Der Abgeordnete Jaime Herrera Beutler, ein Republikaner aus Washington, sagte, Trump habe McCarthy mit den Worten geantwortet: „Nun, Kevin, ich denke, diese Leute sind über die Wahl verärgerter als Sie.“

Trump hat die 10 Republikaner des Repräsentantenhauses verurteilt, die seine Amtsenthebung unterstützt haben, und die meisten von ihnen haben die Hauptherausforderer unterstützt. Vier dieser GOP-Abgeordneten haben beschlossen, sich nicht mehr zur Wiederwahl zu stellen.
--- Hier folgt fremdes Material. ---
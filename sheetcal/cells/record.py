"""What a temperature record says of itself: its length, when it was fired, stuck readings, how well it gives the rise.

Standard library only: this file also runs inside LibreOffice's Python.
"""

from typing import Annotated, Any, Sequence

from sheetcal.cells.primitives import (
    at,
    count,
    deviation,
    floor,
    interpolate,
    not_above_line,
    part,
    scatter,
    slope,
    sqrt,
    stuck,
)
from sheetcal.cells.registry import (
    COLUMN,
    DEGC,
    DEGC_OR_BLANK,
    K_PER_MIN,
    MIN,
    ONE,
    ONE_OR_BLANK,
    TEMPERATURES,
    TEXT,
    TIMES,
    K,
    cell,
)

TEMPERATURES_OR_NONE = Annotated[Sequence[Any], "degC", COLUMN]

_EARLY = "the earlier half of the fore-period: free of the rise even where the firing time was typed late"
_GUM = "propagation of independent parts, JCGM 100"


@cell(
    "RECORD_COUNT",
    equation="n = number of readings, only where the record is sound",
    source="the line that judges the record",
    standing="derived",
    choices={"state": ("sound",)},
)
def record_count(state: TEXT, time: TIMES) -> ONE:
    """Number of readings of a record that was found sound."""
    return count(time)


@cell(
    "EARLY_DRIFT",
    equation="slope of T over t, the earlier half of the fore-period",
    source=_EARLY,
    standing="derived",
    valid={"fore_end": (4.0, None)},
)
def early_drift(time: TIMES, temperature: TEMPERATURES, fore_end: ONE) -> K_PER_MIN:
    """Drift of the earlier half of the fore-period."""
    half = floor(fore_end / 2) + 1
    return slope(part(temperature, 1, half), part(time, 1, half))


@cell(
    "DEPARTURE_LEVEL",
    equation="line of the early readings at t = 0, plus the larger of 5 x their scatter and the least departure",
    source=_EARLY,
    standing="derived",
    valid={"fore_end": (4.0, None), "least": (0.0, None)},
)
def departure_level(time: TIMES, temperature: TEMPERATURES, fore_end: ONE, least: K) -> DEGC:
    """Temperature at time 0 of a line that no reading crosses before the charge is fired."""
    half = floor(fore_end / 2) + 1
    early_temperatures = part(temperature, 1, half)
    early_times = part(time, 1, half)
    return interpolate(0, early_temperatures, early_times) + max(5 * scatter(early_temperatures, early_times), least)


@cell(
    "FIRING_FOUND",
    equation="last reading before T - g t stays above the level",
    source="the calorimeter leaves its fore drift at firing and does not come back to it",
    standing="derived",
    valid={"length": (4.0, None)},
    needs=("not_above_line(temperature, time, length, drift, level) >= 1",),
)
def firing_found(time: TIMES, temperature: TEMPERATURES, length: ONE, drift: K_PER_MIN, level: DEGC) -> MIN:
    """Time of the last reading before the record leaves its early drift."""
    return at(time, not_above_line(temperature, time, length, drift, level))


@cell(
    "EQUAL_RUNNING",
    equation="readings equal to the three after them while the end of the main period is still far",
    source="a temperature that has still to move does not stand still for four readings",
    standing="derived",
    needs=("fore_end >= 1 and main_end - fore_end >= 4",),
)
def equal_running(temperature: TEMPERATURES, fore_end: ONE, main_end: ONE, margin: K) -> ONE:
    """How many readings of the main period stand still though the temperature is off its end by more than a margin."""
    return stuck(temperature, fore_end + 1, main_end, margin)


@cell(
    "RISE_UNCERTAINTY",
    equation="u^2 = s_i^2 + s_f^2 + L^2 [(w u(g_i))^2 + ((1 - w) u(g_f))^2], w = (t_mf - t_m)/(t_mf - t_mi)",
    source=_GUM + "; Regnault-Pfaundler with L the main period; u(g) = s/(s_t sqrt(n - 1)) of each drift",
    standing="derived",
    needs=(
        "fore_end >= 3 and main_end > fore_end and length - main_end >= 2",
        "after_temperature != fore_temperature",
    ),
)
def rise_uncertainty(
    time: TIMES,
    fore_end: ONE,
    main_end: ONE,
    length: ONE,
    fore_scatter: K,
    after_scatter: K,
    fore_temperature: DEGC,
    after_temperature: DEGC,
    mean_temperature: DEGC,
) -> K:
    """Standard uncertainty of the corrected rise from the scatter of the two drifts alone."""
    share = (after_temperature - mean_temperature) / (after_temperature - fore_temperature)
    duration = at(time, main_end) - at(time, fore_end)
    early = fore_scatter * share * duration / deviation(part(time, 1, fore_end))
    late = after_scatter * (1 - share) * duration / deviation(part(time, main_end, length))
    drifts = early**2 / (fore_end - 1) + late**2 / (length - main_end)
    return sqrt(fore_scatter**2 + after_scatter**2 + drifts)


@cell(
    "END_TEMPERATURE",
    equation="temperature at the end of the main period, by the source of the rise",
    source="the sheet's choice of record, three readings, instrument or adiabatic",
    standing="derived",
    valid={"main_end": (1.0, None)},
    choices={"source": ("record", "three readings", "instrument", "adiabatic")},
    needs=(
        "is_number(main_end) and count(temperature) >= main_end if source == 'record'"
        " else is_number(three) if source == 'three readings'"
        " else is_number(instrument) if source == 'instrument' else is_number(adiabatic)",
    ),
)
def end_temperature(
    source: TEXT,
    temperature: TEMPERATURES_OR_NONE,
    main_end: ONE_OR_BLANK,
    three: DEGC_OR_BLANK,
    instrument: DEGC_OR_BLANK,
    adiabatic: DEGC_OR_BLANK,
) -> DEGC:
    """Temperature at which the calorimeter arrived."""
    typed = three if source == "three readings" else instrument if source == "instrument" else adiabatic
    return at(temperature, main_end) if source == "record" else typed
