"""Gas term: from energy at constant volume to enthalpy at constant pressure, and what it rests on.

Standard library only: this file also runs inside LibreOffice's Python.
"""

from sheetcal.cells.constants import J_PER_KJ, R
from sheetcal.cells.registry import G_PER_MOL, J_PER_MOL_K, KJ_PER_MOL, MOL, ONE, TEXT, G, K, cell

_IDEAL = "first law; ideal gas, condensed volumes neglected"
_TEMPERATURE = (200.0, 1000.0)
_ATOMS = (0.0, 500.0)


@cell(
    "GAS_TERM",
    equation="dn R T",
    source=_IDEAL,
    standing="derived",
    valid={"gas_change": (-1000.0, 1000.0), "temperature": _TEMPERATURE},
)
def gas_term(gas_change: ONE, temperature: K) -> KJ_PER_MOL:
    """Enthalpy less energy of a reaction, from the moles of gas formed less those used, per mole."""
    return gas_change * R * temperature / J_PER_KJ


@cell(
    "ENTHALPY_FROM_ENERGY",
    equation="dH = dU + dn R T",
    source=_IDEAL,
    standing="derived",
    valid={"gas_change": (-1000.0, 1000.0), "temperature": _TEMPERATURE},
)
def enthalpy_from_energy(energy: KJ_PER_MOL, gas_change: ONE, temperature: K) -> KJ_PER_MOL:
    """Reaction enthalpy from reaction energy, per mole burnt."""
    return energy + gas_change * R * temperature / J_PER_KJ


@cell(
    "ENERGY_FROM_REACTION_ENTHALPY",
    equation="dU = dH - dn R T",
    source=_IDEAL,
    standing="derived",
    valid={"gas_change": (-1000.0, 1000.0), "temperature": _TEMPERATURE},
)
def energy_from_reaction_enthalpy(enthalpy: KJ_PER_MOL, gas_change: ONE, temperature: K) -> KJ_PER_MOL:
    """Reaction energy from reaction enthalpy, per mole burnt."""
    return enthalpy - gas_change * R * temperature / J_PER_KJ


@cell(
    "CP_FROM_CV",
    equation="Cp = Cv + R",
    source="ideal gas",
    standing="derived",
    valid={"cv": (0.0, 1e5)},
)
def cp_from_cv(cv: J_PER_MOL_K) -> J_PER_MOL_K:
    """Molar heat capacity at constant pressure of an ideal gas."""
    return cv + R


@cell(
    "CV_FROM_CP",
    equation="Cv = Cp - R",
    source="ideal gas",
    standing="derived",
    needs=("cp > R",),
)
def cv_from_cp(cp: J_PER_MOL_K) -> J_PER_MOL_K:
    """Molar heat capacity at constant volume of an ideal gas."""
    return cp - R


@cell(
    "MOLES_FROM_MASS",
    equation="n = m / M",
    source="definition of the molar mass",
    standing="derived",
    valid={"mass": (0.0, 1e6), "molar_mass": (1.0, 1e6)},
)
def moles_from_mass(mass: G, molar_mass: G_PER_MOL) -> MOL:
    """Amount of substance of a mass."""
    return mass / molar_mass


@cell(
    "GAS_CHANGE_OF_COMBUSTION",
    equation="dn = (o + n)/2 - h/4, one less for a gas",
    source="combustion to CO2, liquid water, N2 and SO2; O2 the only other gas",
    standing="derived",
    valid={"hydrogen": _ATOMS, "oxygen": _ATOMS, "nitrogen": _ATOMS},
    choices={"phase": ("solid", "liquid", "gas")},
)
def gas_change_of_combustion(hydrogen: ONE, oxygen: ONE, nitrogen: ONE, phase: TEXT) -> ONE:
    """Moles of gas formed less moles used, per mole burnt; atom counts of the formula."""
    condensed = (oxygen + nitrogen) / 2 - hydrogen / 4
    return condensed - 1 if phase == "gas" else condensed
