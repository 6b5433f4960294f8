"""Calibration: the conditions of the run, the heat capacity at the reference water, and what the runs say.

Standard library only: this file also runs inside LibreOffice's Python.
"""

from typing import Annotated

from sheetcal.cells.constants import KPA_PER_MPA
from sheetcal.cells.primitives import choose, floor, is_number, sqrt
from sheetcal.cells.registry import (
    ANY,
    G_OR_BLANK,
    J_OR_BLANK,
    J_PER_G,
    J_PER_G_K,
    J_PER_K,
    J_PER_ML,
    ML_OR_BLANK,
    MPA,
    ONE,
    ONE_OR_BLANK,
    OPTIONAL,
    PERCENT,
    PERCENT_OR_BLANK,
    SAME,
    SAME_AS_VALUE,
    TEXT,
    TEXT_OR_BLANK,
    Constant,
    J,
    cell,
)

KPA_OR_BLANK = Annotated[float, "kPa", OPTIONAL]
DATE = Annotated[float, "date"]
SAME_AS_VALUE_OR_BLANK = Annotated[float, SAME + "value", OPTIONAL]

AMBIENT = Constant(
    0.1, "MPa", "ambient_pressure", "round atmosphere; 0.1 MPa is 20 ppm of the certificate value", "derived"
)
_CERTIFICATE = "conditions named in the certificate"
_STUDENT = "Student's t, two-sided 5 %, n - 2 degrees of freedom"
_GUM = "propagation of independent parts, JCGM 100"


@cell(
    "OXYGEN_ABSOLUTE",
    equation="P = gauge + station pressure, or + a round atmosphere",
    source="definition of a gauge pressure",
    standing="derived",
)
def oxygen_absolute(gauge: MPA, station_pressure: KPA_OR_BLANK) -> MPA:
    """Absolute oxygen pressure; without a station pressure a round atmosphere is added."""
    return gauge + (station_pressure / KPA_PER_MPA if is_number(station_pressure) else AMBIENT)


@cell(
    "CONDITION_FACTOR",
    equation="f where certificate conditions are corrected for, else 1",
    source=_CERTIFICATE,
    standing="derived",
    needs=("applied != 1 or is_number(factor)",),
)
def condition_factor(applied: ONE, factor: ONE_OR_BLANK) -> ONE:
    """Factor of the certificate conditions as the profile or the lab file wants it; applied: 1 yes, 0 no."""
    return factor if applied == 1 else 1


@cell(
    "NITRIC_HEAT_FROM_TITRE",
    equation="Q = q V of 0.1 mol/L, or the fixed heat",
    source="formation of nitric acid from nitrogen, oxygen and water",
    standing="derived",
    needs=("is_number(acid_volume) or is_number(fixed)",),
)
def nitric_heat_from_titre(acid_volume: ML_OR_BLANK, fixed: J_OR_BLANK, heat_per_mL: J_PER_ML) -> J:
    """Heat of nitric acid where no sulfur and no chlorine were burnt: all acid is nitric."""
    return heat_per_mL * acid_volume if is_number(acid_volume) else fixed


@cell(
    "HEAT_CAPACITY_AT_REFERENCE",
    equation="eps - (m - m0) c",
    source="calorimeter water weighed against the reference",
    standing="derived",
    needs=("is_number(reference) or not is_number(water)",),
)
def heat_capacity_at_reference(
    heat_capacity: J_PER_K, water: G_OR_BLANK, reference: G_OR_BLANK, specific_heat: J_PER_G_K
) -> J_PER_K:
    """Effective heat capacity brought to the reference mass of calorimeter water."""
    return heat_capacity - ((water - reference) * specific_heat if is_number(water) else 0)


@cell(
    "OUTLIER_STATISTIC",
    equation="|x - mean| / s",
    source="Grubbs' statistic of one value, ISO 5725-2",
    standing="memory",
    needs=("deviation > 0",),
)
def outlier_statistic(value: ANY, mean: SAME_AS_VALUE, deviation: SAME_AS_VALUE) -> ONE:
    """How many standard deviations one run lies off the mean of all that count."""
    return abs(value - mean) / deviation


@cell(
    "SLOPE_LIMIT",
    equation="t(0.975, n - 2)",
    source=_STUDENT,
    standing="published",
    valid={"n": (3.0, 20.0)},
)
def slope_limit(n: ONE) -> ONE:
    """Limit for the t of a slope found from n runs."""
    return choose(
        n - 2,
        12.706,
        4.303,
        3.182,
        2.776,
        2.571,
        2.447,
        2.365,
        2.306,
        2.262,
        2.228,
        2.201,
        2.179,
        2.16,
        2.145,
        2.131,
        2.12,
        2.11,
        2.101,
    )


@cell("SLOPE_WORDS", equation="line where |t| > limit, else constant", source=_STUDENT, standing="derived")
def slope_words(t: ONE, limit: ONE) -> TEXT:
    """Whether one heat capacity serves all rises."""
    return "line: it changes with the rise" if abs(t) > limit else "constant: no slope seen"


@cell(
    "CALIBRATION_UNCERTAINTY",
    equation="u = sqrt(s^2/n + (eps U/(k q))^2)",
    source=_GUM,
    standing="derived",
    needs=("n > 0 and coverage > 0 and value > 0",),
)
def calibration_uncertainty(
    mean: J_PER_K, deviation: J_PER_K, n: ONE, certificate: J_PER_G, coverage: ONE, value: J_PER_G
) -> J_PER_K:
    """Standard uncertainty of the mean heat capacity: scatter of the runs and the certificate."""
    return sqrt(deviation**2 / n + (mean * certificate / (coverage * value)) ** 2)


@cell(
    "EXPANDED_UNCERTAINTY",
    equation="U = k u",
    source=_GUM,
    standing="derived",
    valid={"coverage": (1.0, 10.0)},
)
def expanded_uncertainty(value: ANY, coverage: ONE) -> SAME_AS_VALUE:
    """Expanded uncertainty from a standard uncertainty."""
    return coverage * value


@cell(
    "CALIBRATION_NEXT",
    equation="enough runs and scatter within the limit: adopt; else one more run",
    source="method profile",
    standing="derived",
)
def calibration_next(
    counted: ONE_OR_BLANK, required: ONE, relative_deviation: PERCENT_OR_BLANK, limit: PERCENT
) -> TEXT:
    """What the runs so far ask for."""
    done = counted if is_number(counted) else 0
    wide = is_number(relative_deviation) and relative_deviation > limit
    judged = "scatter above the limit: find the run, fire again" if wide else "enough runs: adopt the mean"
    fewer = "one more run" if required - done == 1 else "runs still to be done"
    return judged if done >= required else fewer


_KEPT = "range of the last mapping calibration, kept by one of usual mass within the limit of change"


@cell("LOW_END_COVERED", equation="own, or the smaller of own and in force", source=_KEPT, standing="derived")
def low_end_covered(
    value: ANY,
    in_force: SAME_AS_VALUE_OR_BLANK,
    change: PERCENT_OR_BLANK,
    limit: PERCENT,
    plan: TEXT_OR_BLANK,
) -> SAME_AS_VALUE:
    """Low end of the range that the heat capacity covers."""
    steady = is_number(change) and abs(change) <= limit
    kept = plan != "mapping" and is_number(in_force) and steady
    return min(value, in_force) if kept else value


@cell("HIGH_END_COVERED", equation="own, or the larger of own and in force", source=_KEPT, standing="derived")
def high_end_covered(
    value: ANY,
    in_force: SAME_AS_VALUE_OR_BLANK,
    change: PERCENT_OR_BLANK,
    limit: PERCENT,
    plan: TEXT_OR_BLANK,
) -> SAME_AS_VALUE:
    """High end of the range that the heat capacity covers."""
    steady = is_number(change) and abs(change) <= limit
    kept = plan != "mapping" and is_number(in_force) and steady
    return max(value, in_force) if kept else value


@cell(
    "VALID_UNTIL",
    equation="last day + 30.17 days for each month, whole days",
    source="the shortest six months of a calendar are 181 days: no method is stretched",
    standing="derived",
    valid={"months": (0.0, 60.0)},
)
def valid_until(last: DATE, months: ONE) -> DATE:
    """Last day on which the calibration may be used."""
    return floor(last) + floor(30.17 * months)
Trotz der Behauptungen von Trump und vielen seiner Verbündeten sind keine Beweise aufgetaucht, die die Behauptungen stützen, dass die letzten Präsidentschaftswahlen betrügerisch waren. Dutzende Wahlanfechtungen des ehemaligen Präsidenten und seiner Unterstützer scheiterten vor staatlichen und bundesstaatlichen Gerichten.

Selbst von Trump ernannte Richter wiesen die Anklage zurück. Prüfungen und Nachzählungen im ganzen Land, auch in Staaten, in denen die Wahlen von Pro-Trump-Republikanern kontrolliert wurden, haben Bidens Sieg durchweg bestätigt.

McCain, der mit sprach Nachrichten Woche während sie für die Druckausgabe ihres Buches wirbt, Schlechter Republikanersagte, der Aufstand im Kapitol werde einer der bestimmenden Faktoren in Trumps Vermächtnis sein.